If it’s possible to find the manifesto of “data science,” the article published in far 2008 can be it. The main idea of research is that the classical scientific approach presented in the scheme form: a hypothesis model – the experiment, faced serious problems today.
One of them – impossibility to check the theory experimentally. For example, it is impossible to prove or disprove the M-theory in quantum physics because the humanity has no sufficient resources yet to do the necessary experiments.
Approaching a similar problem, on the other hand, is possible using the data science tools. Instead of being focused on relationships of cause and effect, data scientists suggest to study the correlation between objects. Presence of large volume of data, and opportunities to analyze it, does the unnecessary existence of any theory or model in general!
It can be explained on the example of an algorithm of ranging of search pages in google. To define what of pages is more relevant deliveries to the computer not necessary to carry out the in-depth semantic analysis, and it is enough to be focused on statistics of attendance of a particular resource. The algorithm assumes that to us not important the reason motivating people to arrive in one way or another, to us it is important to trace and classify final behavior. With enough data, the numbers speak for themselves.
Search engines, e-marketing not the only scopes of the analysis of big data. Today data science is systematically integrated everywhere, since scientific community, and further into all spheres of human activity.
In fact, It’s not about “the end of the theoretical study.” Of course, we will need a theory in future. Theory guides us when we have limited data and gives us a place of solid ground to have discussions on. Moreover, a data science can supplement a classical science way of exploring a world around us. For example, results of machine learning process can point scientists where they should focus their activity and what model is meaningless.
The theoretical approach is not only a way of exploring, but it’s also a way to structure and save the knowledge.
If we came to the start point of some new area where we don’t have enough data the ML tools will be ineffective as well as statistical analysis. In this case, we need to develop our knowledge through building a sharp model, upgrading it and then, when we’ll have enough data to analyze, we can use data science. Let’s look at Ballistics. In case of data science, we’ll need to do a large number of experiments to calculate a prediction for flying shell. And every time we when we want to calculate the trajectory, we need to spend a lot of resources. Or we can just use a one-line formula for every situation. It’s all about a balance between approaches. Data screen helps theoretic to focus on usefull data, as well as theory can help to upgrade the data science methods.

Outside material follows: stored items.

"""Vaporisation: enthalpy from heater powers, energy from enthalpy, totals for a liquid.

Standard library only: this file also runs inside LibreOffice's Python.
"""

from sheetcal.cells.constants import ABSOLUTE_ZERO, J_PER_KJ, KPA_CM3_PER_J, R
from sheetcal.cells.primitives import is_number, log10
from sheetcal.cells.registry import (
    CM3_PER_G,
    CM3_PER_MOL,
    DEGC,
    G_OR_BLANK,
    G_PER_ML_OR_BLANK,
    G_PER_MOL,
    J_PER_G,
    KJ,
    KPA,
    ML_OR_BLANK,
    Constant,
    G,
    J,
    S,
    W,
    cell,
)

_TWO_POWERS = "energy balance of the boiler at two powers; the loss to the room is the same at both"
_VOLUME_WORK = "definition of the enthalpy; work p (V_g - V_l) against the vapour pressure"
_DURATION = (0.001, 1e6)
_MASS = (1e-6, 1e5)
_PRESSURE = (0.01, 10000.0)

_ANTOINE = "Antoine equation of water 1..100 degC, widely printed: log10(p/mmHg) = 8.07131 - 1730.63/(233.426 + t)"
MMHG = Constant(0.133322368, "kPa", "millimetre_of_mercury", "conventional millimetre of mercury")
ANTOINE_B = Constant(1730.63, "K", "antoine_slope_water", _ANTOINE, "memory")
ANTOINE_POLE = Constant(-233.426, "degC", "antoine_pole_water", _ANTOINE, "memory")


@cell(
    "VAPORISATION_FROM_TWO_POWERS",
    equation="h = (E1/t1 - E2/t2) / (m1/t1 - m2/t2)",
    source=_TWO_POWERS,
    standing="derived",
    valid={"mass1": _MASS, "time1": _DURATION, "mass2": _MASS, "time2": _DURATION},
    needs=("mass1 / time1 != mass2 / time2",),
)
def vaporisation_from_two_powers(energy1: J, mass1: G, time1: S, energy2: J, mass2: G, time2: S) -> J_PER_G:
    """Enthalpy of vaporisation from two heater powers, free of the steady loss."""
    return (energy1 / time1 - energy2 / time2) / (mass1 / time1 - mass2 / time2)


@cell(
    "LOSS_FROM_TWO_POWERS",
    equation="P_loss = (E1 m2 - E2 m1) / (t1 m2 - t2 m1)",
    source=_TWO_POWERS,
    standing="derived",
    valid={"mass1": _MASS, "time1": _DURATION, "mass2": _MASS, "time2": _DURATION},
    needs=("mass1 / time1 != mass2 / time2",),
)
def loss_from_two_powers(energy1: J, mass1: G, time1: S, energy2: J, mass2: G, time2: S) -> W:
    """Steady loss of the boiler to the room."""
    return (energy1 * mass2 - energy2 * mass1) / (time1 * mass2 - time2 * mass1)


@cell(
    "VAPORISATION_FROM_ONE_POWER",
    equation="h = E / m",
    source="energy balance of the boiler, its loss neglected",
    standing="derived",
    valid={"mass": _MASS},
)
def vaporisation_from_one_power(energy: J, mass: G) -> J_PER_G:
    """Enthalpy of vaporisation from one heater power; too high by the loss."""
    return energy / mass


@cell(
    "VAPOUR_WORK_MEASURED",
    equation="w = p (V_g - V_l)",
    source=_VOLUME_WORK,
    standing="derived",
    valid={"pressure": _PRESSURE, "vapour_volume": (0.0, 1e7), "liquid_volume": (0.0, 100.0)},
    needs=("vapour_volume > liquid_volume",),
)
def vapour_work_measured(pressure: KPA, vapour_volume: CM3_PER_G, liquid_volume: CM3_PER_G) -> J_PER_G:
    """Volume work of vaporisation from measured volumes."""
    return pressure * (vapour_volume - liquid_volume) / KPA_CM3_PER_J


@cell(
    "VAPOUR_WORK_IDEAL",
    equation="w = R T / M",
    source="ideal gas, liquid volume neglected",
    standing="derived",
    valid={"boiling": (-250.0, 700.0), "molar_mass": (1.0, 2000.0)},
)
def vapour_work_ideal(boiling: DEGC, molar_mass: G_PER_MOL) -> J_PER_G:
    """Volume work of vaporisation with the vapour as an ideal gas."""
    return R * (boiling - ABSOLUTE_ZERO) / molar_mass


@cell(
    "VAPOUR_WORK_VIRIAL",
    equation="w = R T/M + p B/M - p V_l",
    source="second virial coefficient, volume form p V = R T + B p",
    standing="derived",
    valid={
        "pressure": _PRESSURE,
        "boiling": (-250.0, 700.0),
        "molar_mass": (1.0, 2000.0),
        "virial": (-20000.0, 1000.0),
        "liquid_volume": (0.0, 100.0),
    },
)
def vapour_work_virial(
    pressure: KPA, boiling: DEGC, molar_mass: G_PER_MOL, virial: CM3_PER_MOL, liquid_volume: CM3_PER_G
) -> J_PER_G:
    """Volume work of vaporisation with the second virial coefficient of the vapour."""
    ideal = R * (boiling - ABSOLUTE_ZERO) / molar_mass
    return ideal + pressure * (virial / molar_mass - liquid_volume) / KPA_CM3_PER_J


@cell(
    "VAPORISATION_ENERGY_FROM_ENTHALPY",
    equation="dU = dH - w",
    source=_VOLUME_WORK,
    standing="derived",
    valid={"enthalpy": (0.0, 1e5)},
)
def vaporisation_energy_from_enthalpy(enthalpy: J_PER_G, work: J_PER_G) -> J_PER_G:
    """Energy of vaporisation from the enthalpy and the volume work."""
    return enthalpy - work


@cell(
    "VAPORISATION_ENTHALPY_FROM_ENERGY",
    equation="dH = dU + w",
    source=_VOLUME_WORK,
    standing="derived",
    valid={"energy": (0.0, 1e5)},
)
def vaporisation_enthalpy_from_energy(energy: J_PER_G, work: J_PER_G) -> J_PER_G:
    """Enthalpy of vaporisation from the energy and the volume work."""
    return energy + work


@cell(
    "MASS_OF_LIQUID",
    equation="m, or V rho",
    source="definition of the density",
    standing="derived",
    valid={"mass": (0.0, 1e6), "volume": (0.0, 1e6), "density": (0.0, 25.0)},
    needs=("is_number(mass) or is_number(volume) and is_number(density)",),
)
def mass_of_liquid(mass: G_OR_BLANK, volume: ML_OR_BLANK, density: G_PER_ML_OR_BLANK) -> G:
    """Mass of a liquid, typed or from its volume."""
    return mass if is_number(mass) else volume * density


@cell(
    "TOTAL_VAPORISATION_HEAT",
    equation="Q = m h",
    source="definition of the enthalpy of vaporisation",
    standing="derived",
    valid={"mass": (0.0, 1e6), "enthalpy": (0.0, 1e5)},
)
def total_vaporisation_heat(mass: G, enthalpy: J_PER_G) -> KJ:
    """Heat to vaporise a mass of liquid."""
    return mass * enthalpy / J_PER_KJ


@cell(
    "SATURATION_TEMPERATURE_OF_WATER",
    equation="t = 1730.63 K/(8.07131 - log10(p/mmHg)) - 233.426 degC",
    source=f"{_ANTOINE}; within 0.08 K of IAPWS-95 from 47 to 110 kPa",
    standing="memory",
    valid={"pressure": (47.0, 110.0)},
)
def saturation_temperature_of_water(pressure: KPA) -> DEGC:
    """Boiling point of water at the station's pressure, to judge a boiling temperature read."""
    return ANTOINE_POLE + ANTOINE_B / (8.07131 - log10(pressure / MMHG))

The bottom line is we can’t fully avoid a theory. It must be a part of the research process. The point is – the theory is just a first stage of data mining. Now we discovered a method which can cumulate and upgrade the theoretical approach – the data science
If to judge by the volume of development of studying of data, then it is possible to assume that shortly (even if not now), data science methods will occupy important weight in processes of decision-making in a scientific and business community.
If to whom it is interesting, with pleasure I will listen to criticism and possible shortcomings of a similar approach.
You will find the reference to an article below.